Через полчаса Алек зовет меня повидать старого друга, я провожу одни из самых страшных в моей жизни двадцать минуть в их компании, вынужденная приветливо улыбаться, слушать комплименты о том, как я изменилась и как привлекательно я теперь выгляжу. Я стараюсь не обращать внимания на маслянисто увлажнившиеся красные губы маркиза, не вздрагивать от каждого его прикосновения, не замечать его липких взглядов... Они ушли.
Я, в оцепенении стоявшая на пороге, судорожно вытерла руку, горевшую от влажного поцелуя галантного Антона, повернулась и, словно сомнамбула, направилась обратно к покинутому братом креслу. Я так старалась ничем не выдать своих чувств в течение этих двадцати минут, что лицо у меня от напряжения странно онемело, а на губах еще дрожала вымученная улыбка. Я тяжело опустилась в кресло, поджав под себя одну ногу и, чувствуя, как сердцу становится тесно в груди от раздиравшего его ужаса, дрожала. Я болезненно ощущала его короткие частые толчки и свои странно заледеневшие ладони, и чувство ужасного, непоправимого несчастья овладело всем моим существом. Боль и растерянность - вот что я чувствовала – растерянность избалованного ребенка, привыкшего немедленно получать все, чего ни попросит и теперь впервые столкнувшегося с неведомой еще теневой стороной жизни.
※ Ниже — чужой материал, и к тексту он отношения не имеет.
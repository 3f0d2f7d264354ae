package web

import (
	"bytes"
	"encoding/base64"
	"encoding/binary"
	"fmt"
	"math"
	"os"
	"path/filepath"
	"strings"

	"epitally/analytics/wafermap"
)

// WriteGallery writes the gallery into the folder dir, making it when missing.
func (p *Pages) WriteGallery(dir string) error {
	files, err := p.Gallery()
	if err != nil {
		return err
	}
	if err := os.MkdirAll(filepath.Join(dir, "assets"), 0o755); err != nil {
		return err
	}
	for name, b := range files {
		if err := os.WriteFile(filepath.Join(dir, filepath.FromSlash(name)), b, 0o644); err != nil {
			return err
		}
	}
	return nil
}

// Gallery renders every page from canned data, without a database: file name →
// contents. Pages stand side by side with an assets folder and carry the data of
// their maps inside themselves, so that a folder of them opens in any browser.
func (p *Pages) Gallery() (map[string][]byte, error) {
	pages, err := newPages(p.assets, "assets/")
	if err != nil {
		return nil, err
	}
	files := map[string][]byte{}
	for name, b := range p.assets.files {
		files["assets/"+name] = b
	}
	var index strings.Builder
	for _, p := range galleryPages() {
		b, err := pages.bytes(p.view, p.page)
		if err != nil {
			return nil, err
		}
		files[p.name+".html"] = b
		fmt.Fprintf(&index, "<li><a href=\"%s.html\">%s</a></li>\n", p.name, p.name)
	}
	files["index.html"] = []byte("<!doctype html><meta charset=\"utf-8\"><title>Gallery · Epitally</title>\n<ul>\n" + index.String() + "</ul>\n")
	return files, nil
}

type galleryPage struct {
	name, view string
	page       any
}

func galleryPages() []galleryPage {
	values, bins := cannedWafer(), cannedWafer()
	bins.View = "bins"
	magnitude := cannedWafer()
	magnitude.Shown = "forward_voltage_v"
	silicon := cannedWafer()
	silicon.Wafer, silicon.Spec, silicon.SpecChoices, silicon.Growth = "W-91", nil, nil, Growth{}
	silicon.Planes = silicon.Planes[1:]
	layout := *silicon.Measurement.Layout
	layout.Assumed, layout.Mark, layout.MarkAngleDeg = true, "notch", 90
	silicon.Measurement.Layout = &layout
	return []galleryPage{
		{"wafers", "wafers", cannedWafers()},
		{"wafers-empty", "wafers", WafersPage{Base: dated(Base{Title: "Wafers", Section: "wafers", Finding: WafersSentence(WafersFound{})}), Empty: true}},
		{"wafer-values", "wafer", finished(values)},
		{"wafer-bins", "wafer", finished(bins)},
		{"wafer-voltage", "wafer", finished(magnitude)},
		{"wafer-unknown", "wafer", finished(silicon)},
		{"wafer-unmeasured", "wafer", finished(WaferInput{Wafer: "K-0413-01", Growth: values.Growth, Zone: galleryZone})},
		{"bins", "bins", cannedSpecs()},
		{"bin", "bin", cannedSpec()},
		{"loads", "loads", cannedLoads()},
		{"load", "load", cannedLoad()},
		{"error-404", "error", NewErrorPage(404, "There is no wafer K-0412-99.")},
		{"error-500", "error", NewErrorPage(500, "")},
	}
}

// finished builds a wafer's page and puts its data inside it.
func finished(in WaferInput) WaferPage {
	p := NewWaferPage(in)
	p.Base = dated(p.Base)
	if p.Map == nil {
		return p
	}
	p.Map.Grid = dataURI(gridBytes(in.Grid))
	for i := range p.Map.Quantities {
		p.Map.Quantities[i].Plane = dataURI(planeBytes(cannedPlane(p.Map.Quantities[i].Name, in.Grid, in.Measurement.Layout)))
	}
	if p.Map.Bins != nil {
		p.Map.Bins.URL = dataURI(codeBytes(in.Spec.Codes))
	}
	var picture bytes.Buffer
	q := in.pick(p.Map.Shown)
	low, high := ScaleRange(q.Summary, q.Quantity, ScaleTarget(q.Quantity, q.Target))
	plane := cannedPlane(q.Quantity.Name, in.Grid, in.Measurement.Layout)
	if err := PaintMap(&picture, MapPicture{Grid: in.Grid, Layout: in.Measurement.Layout, Plane: &plane, Low: low, High: high,
		Target: ScaleTarget(q.Quantity, q.Target), Size: 720}); err == nil {
		p.MapPNG = dataURI(picture.Bytes())
	}
	return p
}

func dataURI(b []byte) string {
	return "data:application/octet-stream;base64," + base64.StdEncoding.EncodeToString(b)
}

// planeBytes writes an int16 plane in the wire format of the API.
func planeBytes(p wafermap.Plane) []byte {
	b := wireHeader(len(p.K16), float64(p.BaseK)*p.Resolution(), p.Resolution())
	for shift := 0; shift < 16; shift += 8 {
		for _, k := range p.K16 {
			b = append(b, byte(uint16(k)>>shift))
		}
	}
	return b
}

func codeBytes(codes []uint16) []byte {
	p := wafermap.Plane{Encoding: wafermap.Int16, K16: make([]int16, len(codes))}
	for i, c := range codes {
		p.K16[i] = int16(c)
	}
	return planeBytes(p)
}

func wireHeader(n int, base, resolution float64) []byte {
	b := append([]byte("EPLN"), 1, 1, 0, 0)
	b = binary.LittleEndian.AppendUint32(b, uint32(n))
	b = append(b, 0, 0, 0, 0)
	b = binary.LittleEndian.AppendUint64(b, math.Float64bits(base))
	return binary.LittleEndian.AppendUint64(b, math.Float64bits(resolution))
}

func gridBytes(g *wafermap.Grid) []byte {
	runs := g.Runs()
	b := append([]byte("EGRD"), 1, 0, 0, 0)
	b = binary.LittleEndian.AppendUint32(b, uint32(len(runs)))
	b = binary.LittleEndian.AppendUint32(b, uint32(g.Len()))
	return append(b, wafermap.EncodeRuns(runs)...)
}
«Нет - это неправда! Маркиз Антон Капрский премерзейший человек на земле! Он обманывает, он что-то напутал! Наша армия не может совершать таких гнусностей - уж я то знаю это твердо! Ну конечно же, – думала я, – если это ужасная история – правда, то папа уж непременно должен знать. Ему, разумеется, могут ничего и не сказать, но он сам заметит, и накажет их всех»
Новостные листки пестрят траурными полосками. Город Бороун - потери три тысячи солдат, взят, стерт с лица земли, город Вятошь - потери две тысячи человек, взят, уничтожен. И далее и далее. Наши войска терпят огромные потери, но вперед не продвигаются, даже отступают. Последние три месяца происходит какое-то непонятное топтание наших войск вдоль линии фронта. И среди креландского населения пронеслось неприятное сознание совершающегося беспорядка и бестолковщины. Каким образом передается это сознание весьма трудно определить; но несомненно то, что оно передается необыкновенно верно и быстро разливается, незаметно и неудержимо, как вода вниз по лощине.